Saved entries:
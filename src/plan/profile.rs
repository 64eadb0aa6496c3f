//! What a chain asks of its network, in the words of the carry networks.
//!
//! Arrivals are those of the very gates a dry run would make for g, p and the
//! half sum. Required times leave the block as deep as the longest path beside
//! the chain, so what has a longer tail behind it has to be ready earlier.

use super::overlay::GateStyle;
use super::site::{Role, Site};
use crate::network::profile::LONG_BEFORE;
use crate::network::{Costs, GateSink, Profile, Required};
use crate::timing::NEVER;

impl Site<'_> {
    /// The chain's arrivals, required times and costs.
    pub fn profile(&self) -> Profile {
        let mut overlay = self.base.clone();
        let (mut generate, mut propagate, mut half_sum) = (Vec::new(), Vec::new(), Vec::new());
        let at = |time: i32| time.max(LONG_BEFORE);
        for (&a, &b) in self.addends.a.iter().zip(&self.addends.b) {
            let g = overlay.and(&[a, b]);
            let none = overlay.and(&[!a, !b]);
            let h = overlay.xor(a, b);
            generate.push(at(overlay.arrival(g)));
            propagate.push(at(overlay.arrival(none)));
            half_sum.push(at(overlay.arrival(h)));
        }
        let carry_in = self.addends.carry_in.map(|c| at(overlay.arrival(c)));
        let settings = self.ground.settings;
        let ands_only = settings.style == GateStyle::AndInverter;
        let price = |function: &_| settings.model.pin_delays(function);
        Profile {
            generate,
            propagate,
            half_sum,
            carry_in,
            required: Some(self.required()),
            costs: Costs::of(settings.limits(), ands_only, price),
        }
    }

    fn required(&self) -> Required {
        let positions = self.addends.a.len();
        let mut required = Required {
            sums: vec![None; positions],
            carries: vec![None; positions],
        };
        let beside = self.beside.iter().filter_map(|each| each.longest);
        // A tick less than that path: on it, carry would still be the limit.
        let goal = beside.map(|(time, _)| time - 1).max().unwrap_or(0);
        for needed in &self.needed {
            let tails = self.tails.iter();
            let tail = tails.filter_map(|(_, tails)| tails.get(&needed.net)).max();
            let Some(tail) = tail.filter(|&&tail| tail != NEVER) else {
                continue;
            };
            let Role {
                position, carry, ..
            } = needed.role;
            let list = if carry {
                &mut required.carries
            } else {
                &mut required.sums
            };
            let by = goal.saturating_sub(*tail);
            let slot = &mut list[position];
            *slot = Some(slot.map_or(by, |known| known.min(by)));
        }
        required
    }
}
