impl Overlay {
    /// An empty overlay.
    pub fn new(style: GateStyle, model: DelayModel) -> Self {
        Self {
            style,
            model,
            entries: vec![Entry {
                operator: Operator::Constant,
                start: 0,
                end: 0,
                arrival: NEVER,
                existing: None,
            }],
            inputs: Vec::new(),
            index: FxHashMap::default(),
            nets: FxHashMap::default(),
            product_delays: Vec::new(),
            parity_delays: Vec::new(),
            cover_delays: FxHashMap::default(),
        }
    }

    /// What its gates may be.
    pub fn style(&self) -> GateStyle {
        self.style
    }

    /// Number of nodes.
    pub(super) fn len(&self) -> usize {
        self.entries.len()
    }

    /// All nodes, inputs before what reads them.
    pub(super) fn nodes(&self) -> impl DoubleEndedIterator<Item = Node> + use<> {
        (0..self.entries.len() as u32).map(Node)
    }

    pub(super) fn operator(&self, node: Node) -> Operator {
        self.entries[node.index()].operator
    }

    /// Whether the node is a gate, of this overlay or existing.
    pub(super) fn is_gate(&self, node: Node) -> bool {
        !matches!(self.operator(node), Operator::Constant | Operator::Net(_))
    }

    pub(super) fn inputs(&self, node: Node) -> &[Literal] {
        let entry = &self.entries[node.index()];
        &self.inputs[entry.start as usize..entry.end as usize]
    }

    /// The existing net that shows a gate node, if there is one.
    pub(super) fn existing(&self, node: Node) -> Option<Shown> {
        self.entries[node.index()].existing
    }

    /// The literal of an existing net that is ready at `arrival`.
    pub fn net(&mut self, net: NetId, arrival: i32) -> Literal {
        if let Some(&node) = self.nets.get(&net) {
            return Literal::new(node, false);
        }
        let node = self.push(Operator::Net(net), &[], arrival);
        self.nets.insert(net, node);
        Literal::new(node, false)
    }

    /// The existing net a literal reads, unless it is a gate or a constant.
    pub(super) fn net_of(&self, literal: Literal) -> Option<NetId> {
        match self.operator(literal.node()) {
            Operator::Net(net) => Some(net),
            _ => None,
        }
    }

    /// The gate that an existing gate with these inputs would be, in the
    /// overlay's own form; `None` when that form has no such single gate.
    pub(super) fn gate(&mut self, function: &Function, inputs: &[Literal]) -> Option<Literal> {
        let before = self.entries.len();
        let result = match function.shape() {
            Shape::Product => {
                let (inverted, complemented) = function.product_polarities()?;
                let pins: Vec<Literal> = inputs
                    .iter()
                    .zip(inverted)
                    .map(|(&input, inverted)| input.invert_if(inverted))
                    .collect();
                self.and(&pins).invert_if(complemented)
            }
            Shape::Parity if inputs.len() == 2 && self.style != GateStyle::AndInverter => {
                let odd = function.evaluate(&[0, 0]) & 1 == 1;
                self.xor(inputs[0], inputs[1]).invert_if(odd)
            }
            Shape::Other if self.style == GateStyle::Cover => self.cover(function, inputs),
            _ => return None,
        };
        // Several new nodes would mean gates that do not exist.
        (self.entries.len() <= before + 1).then_some(result)
    }

    /// States that an existing net shows `literal`, provided it is a gate and
    /// the net is ready no later than the gate would be. The first net wins.
    pub(super) fn set_existing(&mut self, literal: Literal, net: NetId, arrival: i32) -> bool {
        let gate = self.is_gate(literal.node());
        let entry = &mut self.entries[literal.node().index()];
        let useful = gate && entry.existing.is_none() && arrival <= entry.arrival;
        if useful {
            entry.arrival = arrival;
            entry.existing = Some(Shown {
                net,
                inverted: literal.is_inverted(),
            });
        }
        useful
    }

    fn push(&mut self, operator: Operator, inputs: &[Literal], arrival: i32) -> Node {
        let node = Node(u32::try_from(self.entries.len()).expect("fewer than 2^31 nodes"));
        let start = self.inputs.len() as u32;
        self.inputs.extend_from_slice(inputs);
        self.entries.push(Entry {
            operator,
            start,
            end: self.inputs.len() as u32,
            arrival,
            existing: None,
        });
        node
    }

    fn hashed(&mut self, operator: Operator, inputs: Vec<Literal>) -> Node {
        if let Some(&node) = self.index.get(&(operator, inputs.clone())) {
            return node;
        }
        let arrival =
            self.gate_arrival(operator, &inputs, |o, node| o.entries[node.index()].arrival);
        let node = self.push(operator, &inputs, arrival);
        self.index.insert((operator, inputs), node);
        node
    }

    fn find_and(&self, left: Literal, right: Literal) -> bool {
        let inputs = vec![left.min(right), left.max(right)];
        self.index.contains_key(&(Operator::And, inputs))
    }

    /// When a gate is ready, from the arrivals `at` its inputs.
    fn gate_arrival(
        &mut self,
        operator: Operator,
        inputs: &[Literal],
        at: impl Fn(&Self, Node) -> i32,
    ) -> i32 {
        self.price(operator, inputs.len());
        self.priced_arrival(operator, inputs, |node| at(self, node))
    }

    /// Makes sure the delays of such a gate are known.
    fn price(&mut self, operator: Operator, inputs: usize) {
        match operator {
            Operator::Constant | Operator::Net(_) => {}
            Operator::And | Operator::Xor => {
                let (model, parity) = (self.model, operator == Operator::Xor);
                let known = if parity {
                    &mut self.parity_delays
                } else {
                    &mut self.product_delays
                };
                if known.len() <= inputs {
                    known.resize(inputs + 1, None);
                }
                known[inputs].get_or_insert_with(|| {
                    let function = if parity {
                        Function::parity(inputs, false)
                    } else {
                        Function::product(&vec![false; inputs], false)
                    };
                    model.pin_delays(&function).into_iter().max().unwrap_or(0)
                });
            }
            Operator::Cover(table) => {
                let model = self.model;
                self.cover_delays
                    .entry(table)
                    .or_insert_with(|| model.pin_delays(&Function::Table(table)));
            }
        }
    }

    fn priced_arrival(
        &self,
        operator: Operator,
        inputs: &[Literal],
        at: impl Fn(Node) -> i32,
    ) -> i32 {
        let arrivals = inputs.iter().map(|input| at(input.node()));
        let delayed = |arrival: i32, delay: i32| {
            if arrival == NEVER {
                NEVER
            } else {
                arrival + delay
            }
        };
        match operator {
            Operator::Cover(table) => {
                let delays = self.cover_delays[&table].iter();
                let pairs = arrivals.zip(delays);
                pairs.map(|(at, &delay)| delayed(at, delay)).max()
            }
            _ => {
                let known = match operator {
                    Operator::Xor => &self.parity_delays,
                    _ => &self.product_delays,
                };
                let delay = known[inputs.len()].unwrap_or(0);
                arrivals.max().map(|at| delayed(at, delay))
            }
        }
        .unwrap_or(NEVER)
    }

    /// Arrivals of all nodes when the existing nets are ready at `of_net`.
    pub(super) fn arrivals(&self, of_net: impl Fn(NetId) -> i32) -> Vec<i32> {
        let mut times: Vec<i32> = Vec::with_capacity(self.entries.len());
        self.continue_arrivals(&mut times, self.entries.len(), of_net);
        times
    }

    /// As [`Self::arrivals`], going on from the nodes `times` holds to the node
    /// before `end`.
    pub(super) fn continue_arrivals(
        &self,
        times: &mut Vec<i32>,
        end: usize,
        of_net: impl Fn(NetId) -> i32,
    ) {
        for i in times.len()..end {
            let node = Node(i as u32);
            let entry = &self.entries[i];
            let time = match (entry.existing, entry.operator) {
                (Some(shown), _) => of_net(shown.net),
                (None, Operator::Constant) => NEVER,
                (None, Operator::Net(net)) => of_net(net),
                (None, operator) => {
                    self.priced_arrival(operator, self.inputs(node), |at| times[at.index()])
                }
            };
            times.push(time);
        }
    }

    /// When a net of its own that shows `literal` is ready.
    pub(super) fn shown_arrival(&self, literal: Literal, times: &[i32]) -> i32 {
        let node = literal.node();
        let time = times[node.index()];
        match self.operator(node) {
            Operator::Constant => NEVER,
            Operator::Net(_) if time == NEVER => NEVER,
            Operator::Net(_) => time + self.buffer_delay(),
            // A real net in BLIF is a gate of its own even where an existing net
            // shows the same.
            _ if self.style == GateStyle::AndInverter => time,
            _ => self.own_arrival(node, times),
        }
    }

    /// The inputs of a gate node that decide when it is ready.
    pub(super) fn latest_inputs(&self, node: Node, times: &[i32]) -> Vec<Node> {
        let inputs = self.inputs(node);
        let whole = self.own_arrival(node, times);
        let decides = |input: &Node| {
            let at = times[input.index()];
            let only = |each: Node| if each == *input { at } else { NEVER };
            at != NEVER && self.priced_arrival(self.operator(node), inputs, only) == whole
        };
        inputs
            .iter()
            .map(|input| input.node())
            .filter(decides)
            .collect()
    }

    /// When a gate node would be ready as a gate of its own.
    pub(super) fn own_arrival(&self, node: Node, times: &[i32]) -> i32 {
        let inputs = self.inputs(node);
        self.priced_arrival(self.operator(node), inputs, |at| times[at.index()])
    }

    /// Delay of the gate a real net needs where it equals another net.
    pub(super) fn buffer_delay(&self) -> i32 {
        match self.style {
            GateStyle::AndInverter => 0,
            _ => self.model.pin_delay(&Function::buffer(false), 0),
        }
    }

    /// One AND gate of folded, sorted inputs.
    pub(super) fn make_and(&mut self, mut inputs: Vec<Literal>) -> Literal {
        inputs.sort_unstable();
        Literal::new(self.hashed(Operator::And, inputs), false)
    }

    fn make_cover(&mut self, table: TruthTable, inputs: &[Literal]) -> Literal {
        // Inverted inputs go into the function.
        let mut table = table;
        for (pin, input) in inputs.iter().enumerate() {
            if input.is_inverted() {
                table = table.flip(pin);
            }
        }
        let (table, pins) = ascending(table, inputs);
        let (table, pins) = drop_unread(table, pins);
        let function = Function::Table(table);
        match function.shape() {
            Shape::Constant(value) => Literal::FALSE.invert_if(value),
            Shape::Buffer => pins[0],
            Shape::Inverter => !pins[0],
            Shape::Product => {
                let (inverted, complemented) = function
                    .product_polarities()
                    .expect("a table that is a product");
                let pins: Vec<Literal> = pins
                    .iter()
                    .zip(inverted)
                    .map(|(&pin, inverted)| pin.invert_if(inverted))
                    .collect();
                self.and(&pins).invert_if(complemented)
            }
            Shape::Parity if pins.len() == 2 => {
                let odd = table.bits() & 1 == 1;
                self.xor(pins[0], pins[1]).invert_if(odd)
            }
            Shape::Parity | Shape::Other => {
                let odd = table.bits() & 1 == 1;
                let table = if odd { table.complement() } else { table };
                Literal::new(self.hashed(Operator::Cover(table), pins), odd)
            }
        }
    }
}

— What you are asked to do —
Go through the data and show every line where "goal" occurs.

— Exercise solution —
        let goal = beside.map(|(time, _)| time - 1).max().unwrap_or(0);
            let by = goal.saturating_sub(*tail);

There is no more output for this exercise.